Далеко я не загадываю, потому что мне очень тяжело дался этот сезон. Прям вот за всю карьеру, которая у меня была, очень тяжело было себя заставлять. С мая я больше дома была с сыном, потому что уезжать вообще не хотелось, разъезжать как в том году. Может, в том году я соскучилась по лыжным гонкам после декрета. Но, видимо, перенасытилась настолько, что в декабре я себя заставляла выходить на тренировки. Никакого удовольствия, знаете, я не получала. Как говорят: «Получай удовольствие и бегай». Но я не знаю, как можно выйти на гонку и получить удовольствие, когда ты бежишь за пределами своих возможностей, выходишь на высокие пульса, тебе надо терпеть. Я не знаю, как можно от этого получить удовольствие. Раньше — да, наверное, была какая-то мотивация, я себя подстегивала. Сейчас же понимаю, что уже смотрю в другую сторону.

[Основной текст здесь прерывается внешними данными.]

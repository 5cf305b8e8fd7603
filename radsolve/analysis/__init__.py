"""What follows from the levels: observables, E1 lines, sweeps, thresholds, fits, the check.

Built on :mod:`radsolve.core`; may use :mod:`radsolve.output` for text tables.
"""
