@dataclass
class SweepResult:
    """The levels of a potential family over a grid of parameter values.

    Points are the Cartesian product of the ``axes`` in the order the
    parameters were given, the last varying fastest; point ``i`` has grid
    index ``np.unravel_index(i, shape)``.  Per point, levels are ordered by
    partial wave (``channels``: l, then j) and then by node count.

    Attributes
    ----------
    potential : str
        Family name.
    parameters : tuple of str
        The varied parameters.
    axes : dict of str to ndarray
        The values of each varied parameter, in the family's units.
    fixed : dict
        Every other parameter of the family, in the family's units.
    parameter_units : dict of str to str
        The unit of each parameter (``"bohr"``, ``"fm"``, ``""`` when dimensionless).
    ls : tuple of int
    channels : tuple of (l, j)
        The partial waves; j is None without spin-orbit splitting.
    count : int
        Levels per partial wave asked at every point.
    mass, tol, method, spin_orbit, dimension :
        As passed to :func:`radsolve.solve` (mass in the unit system's mass unit).
    units, energy_unit : str
        The unit system (``"atomic"``, ``"nuclear"``) and its energy unit
        (``"hartree"``, ``"MeV"``), in which the arrays below are.
    energy, error_estimate : ndarray, shape (points, len(channels), count)
        NaN where not bound or not computed.
    converged, bound : ndarray of bool, same shape
    v_infinity : ndarray, shape (points,)
        V(inf) at each point (``inf`` for a confining potential).
    done : ndarray of bool, shape (points,)
        Which points were computed (all of them unless interrupted).
    """

    potential: str
    parameters: tuple[str, ...]
    axes: dict[str, np.ndarray]
    fixed: dict[str, Any]
    parameter_units: dict[str, str]
    ls: tuple[int, ...]
    channels: tuple[tuple[int, float | None], ...]
    count: int
    mass: float
    tol: float
    method: str
    spin_orbit: bool
    dimension: int
    units: str
    energy_unit: str
    energy: np.ndarray
    error_estimate: np.ndarray
    converged: np.ndarray
    bound: np.ndarray
    v_infinity: np.ndarray
    done: np.ndarray
    log_spaced: dict[str, bool] = field(default_factory=dict)
    base: Any = field(default=None, repr=False)  # the Potential swept (with the fixed values)

    # -- shape and points ----------------------------------------------------

    @property
    def shape(self) -> tuple[int, ...]:
        """Length of each axis, in parameter order."""
        return tuple(len(self.axes[k]) for k in self.parameters)

    @property
    def points_total(self) -> int:
        return int(np.prod(self.shape))

    @property
    def points_done(self) -> int:
        return int(np.count_nonzero(self.done))

    @property
    def complete(self) -> bool:
        """True when every point was computed."""
        return bool(self.done.all())

    def point_values(self, index: int) -> tuple:
        """The varied parameters' values at point ``index``, in parameter order."""
        grid_index = np.unravel_index(index, self.shape)
        return tuple(float(self.axes[k][i]) for k, i in zip(self.parameters, grid_index))

    def point_table(self) -> dict[str, np.ndarray]:
        """Every point's parameter values: name -> array of length ``points_total``."""
        mesh = np.meshgrid(*(self.axes[k] for k in self.parameters), indexing="ij")
        return {k: m.ravel() for k, m in zip(self.parameters, mesh)}

    @property
    def success(self) -> bool:
        """Every point computed and every bound level converged."""
        return self.complete and bool(np.all(self.converged[self.done] | ~self.bound[self.done]))

    @property
    def unconverged(self) -> int:
        """Number of (point, level) rows that are bound but did not converge to ``tol``."""
        return int(np.count_nonzero(self.bound & ~self.converged))

    # -- levels --------------------------------------------------------------

    def level_keys(self) -> list[tuple[int, float | None, int]]:
        """``(l, j, nodes)`` of every level row per point, in row order."""
        return [(l, j, k) for l, j in self.channels for k in range(self.count)]

    def labels(self) -> list[str]:
        """Labels of the level rows per point, in row order (as :func:`radsolve.solve` gives them)."""
        return [level_designation(k, l, j, self.units)[1] for l, j, k in self.level_keys()]

    def _find(self, label: str) -> tuple[int, int]:
        labels = self.labels()
        if label not in labels:
            raise KeyError(f"level {label!r} is not in this sweep; its levels: {', '.join(labels)}")
        l, j, k = self.level_keys()[labels.index(label)]
        return self.channels.index((l, j)), k

    def level(self, label: str) -> LevelTrack:
        """The level ``label`` (e.g. ``"2p"``) across the finished points."""
        i, k = self._find(label)
        l, j = self.channels[i]
        pts = np.flatnonzero(self.done)
        table = self.point_table()
        return LevelTrack(
            label=label, n=level_designation(k, l, j, self.units)[0], l=l, j=j, nodes=k, points=pts,
            values={p: table[p][pts] for p in self.parameters},
            energy=self.energy[pts, i, k], error_estimate=self.error_estimate[pts, i, k],
            converged=self.converged[pts, i, k], bound=self.bound[pts, i, k],
            v_infinity=self.v_infinity[pts],
        )

    def grid(self, label: str, what: str = "energy") -> np.ndarray:
        """``energy`` (or ``error_estimate``, ``bound``, ``converged``) of ``label`` on the grid.

        An array of shape :attr:`shape`; NaN (or False) at points not computed.
        """
        i, k = self._find(label)
        array = {"energy": self.energy, "error_estimate": self.error_estimate,
                 "bound": self.bound, "converged": self.converged}[what]
        return array[:, i, k].reshape(self.shape)

    # -- rows and export -----------------------------------------------------

    @property
    def columns(self) -> tuple[str, ...]:
        """Column names of a row: ``point``, the varied parameters, then the level columns."""
        level = LEVEL_COLUMNS if self.spin_orbit else tuple(c for c in LEVEL_COLUMNS if c != "j")
        return ("point", *self.parameters, *level)

    def unit_factor(self, unit: str | None) -> float:
        """Energies in ``energy_unit`` divided by this give energies in ``unit``."""
        return _unit_factor(self.energy_unit, unit)

    def rows(self, unit: str | None = None) -> Iterator[dict[str, Any]]:
        """One dict per (finished point, level), energies in ``unit`` (default
        ``energy_unit``); NaN where unbound."""
        factor = self.unit_factor(unit)
        for index in np.flatnonzero(self.done):
            yield from _point_rows(self, int(index), self.point_values(int(index)),
                                   (self.energy[index], self.error_estimate[index],
                                    self.converged[index], self.bound[index],
                                    self.v_infinity[index]), factor)

    def __len__(self) -> int:
        return self.points_done * len(self.channels) * self.count

    def to_csv(self, path: str | os.PathLike | None = None, unit: str | None = None) -> str:
        """CSV text (and, given ``path``, that file): a header row, then one row per level.

        Columns: :attr:`columns` and a final ``unit`` column (the energy unit,
        by default ``energy_unit``).  Parameters are in the family's units;
        floats carry every digit; an unbound level's energy and error estimate
        are empty cells.
        """
        return self._render(_CsvSink, path, unit)

    def _render(self, sink_class, path, unit) -> str:
        """Write every row through a sink into text (and, given ``path``, that file)."""
        unit = unit or self.energy_unit
        buf = io.StringIO()
        sink = sink_class(buf, self.columns, unit)
        sink.start(self)
        for row in self.rows(unit):
            sink.write_row(row)
        sink.finish(self)
        text = buf.getvalue()
        if path is not None:
            _write_text(path, text)
        return text

    def metadata(self, unit: str | None = None) -> dict[str, Any]:
        """The settings of the sweep as plain data (the head of the JSON document)."""
        return {
            "potential": self.potential,
            "varied": list(self.parameters),
            "axes": {k: [float(v) for v in self.axes[k]] for k in self.parameters},
            "fixed": {k: v for k, v in self.fixed.items()},
            "parameter_units": {k: u or "dimensionless" for k, u in self.parameter_units.items()},
            "l": list(self.ls),
            "spin_orbit": self.spin_orbit,
            "dimension": self.dimension,
            "count": self.count,
            "mass": self.mass,
            "tol": self.tol,
            "method": self.method,
            "units": self.units,
            "unit": unit or self.energy_unit,
            "points_total": self.points_total,
        }

    def to_json(self, path: str | os.PathLike | None = None, unit: str | None = None) -> str:
        """JSON text (and, given ``path``, that file).

        One object: the settings of :meth:`metadata`, ``rows`` (one object per
        level with the keys of :attr:`columns`; an unbound level's energy is
        ``null``), then ``points_done`` and ``complete``.
        """
        return self._render(_JsonSink, path, unit)

    def to_pandas(self, unit: str | None = None):
        """A pandas DataFrame with one row per level (needs the optional dependency pandas)."""
        try:
            import pandas as pd
        except ImportError:
            raise InputError("to_pandas needs pandas: pip install pandas "
                             "(or pip install 'radsolve[pandas]')") from None
        data = {c: [] for c in self.columns}
        for row in self.rows(unit):
            for c in self.columns:
                data[c].append(row[c])
        frame = pd.DataFrame(data, columns=list(self.columns))
        frame.attrs.update(self.metadata(unit))
        return frame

Спортивная карьера скоро завершится, но я не хочу резко бросать, поставить лыжи в угол. Я буду постепенно заканчивать, все равно выходить на тренировки, может, где-то выступлю на каких-то соревнованиях. Но постоянно ездить на Кубки России, чемпионат России — нет. В данный момент есть план на лето, в котором я уже наметила, что куда-то съезжу. Дальше не загадываю.
— Что можете сказать про сезон?
— Я реально смотрю на вещи всегда. Я понимаю, что максималистка. На чемпионате России в этом году я заняла 7-е место в спринте и, по идее, не должна быть довольна, как раньше. То есть для меня раньше минимум — место в тройке. Но так, как я в этом году тренировалась… Бывало, даже не было времени выйти на тренировку, то есть я посвящала время семье, решала какие-то бытовые вопросы, плюс сын. В том году постоянно со мной бабушка ездила, у меня была возможность уезжать на сборы. А тут получалось так, что муж на сборах, бабушка не может, сын еще не ходит в сад — и уже не до тренировок.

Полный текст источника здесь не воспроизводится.